I finish speaking, and the wing I am curled up in yanks me up. The charcoal veins, stamped on my forehead. The unwavering bud of Sparnai's head, menacingly impressed onto some corner of my mind. But I feel no searing burn when I bump into the wing now. The knot of Sparnai's head fixes me again. Examines my reaction to my forehead long and quietly. Then all mist from all the sky presses me down, throws me on the ground. My spine gets a beating.

"Now you feel no pain? You don't believe your heart is not burning anymore?"

The silhouette of the strangled vines pulls me full into its sight.

"I will ask you again, Aušra."

Sparnai's wings start picking up the weight of the atmosphere, beats against it once and again.

"You believe anything anyone tells you. That you need to meet Slibinas first. That your heart is in your forehead.
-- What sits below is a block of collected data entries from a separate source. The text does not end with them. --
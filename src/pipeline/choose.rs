//! The one place that chooses: which method a plan uses ([`Method::Auto`]'s cost model
//! and memory rules), which backend is built for it, and the fallbacks (singular K to the
//! null-space rank analysis, an uncertified solve to dense LBLᵀ).
//!
//! The cost model behind [`Method::Auto`](crate::Method::Auto) for dense structure: it
//! estimates the factorization time of dense LBLᵀ, Schur complement and null-space from
//! their flop counts and a rate per kernel family, and picks the cheapest method that
//! applies. A wrong guess costs time, never correctness: the Schur path falls back by
//! itself, and every backend's singular case goes to the null-space rank analysis.
//!
//! | method | flops (N = n + m) | rate constant |
//! |---|---|---|
//! | dense LBLᵀ | `N³/3` | [`RATE_LBLT`] |
//! | Schur | `n³/3 + n²m + nm² + m³/3` | [`RATE_CHOLESKY`] |
//! | null-space | QR of Aᵀ `2nm² − 2m³/3`, `Z` `4nm(n − m)`, `ZᵀHZ` `2n²(n − m) + n(n − m)²`, reduced `(n − m)³/3` | [`RATE_PIVOTED_QR`], [`RATE_GEMM`] |
//!
//! Applicability: Schur needs `H ≻ 0`, which cannot be known before factoring; auto tries
//! it only when every `H_ii > 0` (necessary for `H ≻ 0`) and `m ≤ n`, and charges the
//! fallback risk nothing (the failed Cholesky usually stops early on an indefinite `H`,
//! but may not: that case costs up to `n³/3` extra flops). With `m > n` K is singular for
//! certain, so auto goes straight to the null-space method, which handles it.
//!
//! The rates were fitted to the `structure` benchmark (`cargo bench --bench structure`) on
//! the 2-core development machine while other jobs were running (absolute values are low;
//! only their ratios matter). Consequence of the measured rates: faer's column-pivoted QR
//! is slow enough that for a positive definite `H` the Schur path wins even at m/n = 0.9;
//! the null-space method is chosen when `H` is visibly not positive definite and `n − m`
//! is small (it beat dense LBLᵀ at m/n = 0.9: 1.41 s against 1.92 s), and for m > n.

use std::sync::Arc;

use crate::backend::dense_lblt::DenseLblt;
use crate::backend::null_space::NullSpace;
use crate::backend::schur::{self, Schur};
use crate::backend::sparse_ldlt::{self, SparseAnalysis, SparseLdlt};
use crate::backend::KktBackend;
use crate::error::{Error, Result};
use crate::method::{Method, MethodUsed};
use crate::pipeline::options::{default_memory_budget, Options, DENSE_FALLBACK_MAX_DIM};
use crate::problem::Problem;
use crate::stagewise::StageStructure;

/// Effective rate (flop/s) of faer's dense Bunch–Kaufman LBLᵀ (measured: 9·10⁹ flops in
/// 1.9–2.5 s at N = 3000).
pub const RATE_LBLT: f64 = 4.2e9;
/// Effective rate (flop/s) of the Cholesky / triangular-solve / SYRK kernels of the Schur
/// path (measured: 9·10⁹ flops in 0.98–1.46 s at n + m = 3000).
pub const RATE_CHOLESKY: f64 = 8.0e9;
/// Effective rate (flop/s) of faer's column-pivoted QR (partly matrix-vector bound), fitted
/// with [`RATE_GEMM`] to the null-space times at m/n = 0.5 and 0.9.
pub const RATE_PIVOTED_QR: f64 = 3.5e9;
/// Effective rate (flop/s) of matrix-matrix products (forming `Z` and `ZᵀHZ`).
pub const RATE_GEMM: f64 = 15.5e9;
That your heart can't possibly burn or hurt upon touching my wings. Meškėnas, Slibinas, now me. Why are you here?"

My whole reasoning getting tossed around by these creatures' words like it's some thing that they can see but I cannot. What to say when all of them constantly tell me what I can or cannot believe?

Sparnai stares. I stare back.

"I wanted to see if I could meet myself again. I figured that had to be the way out."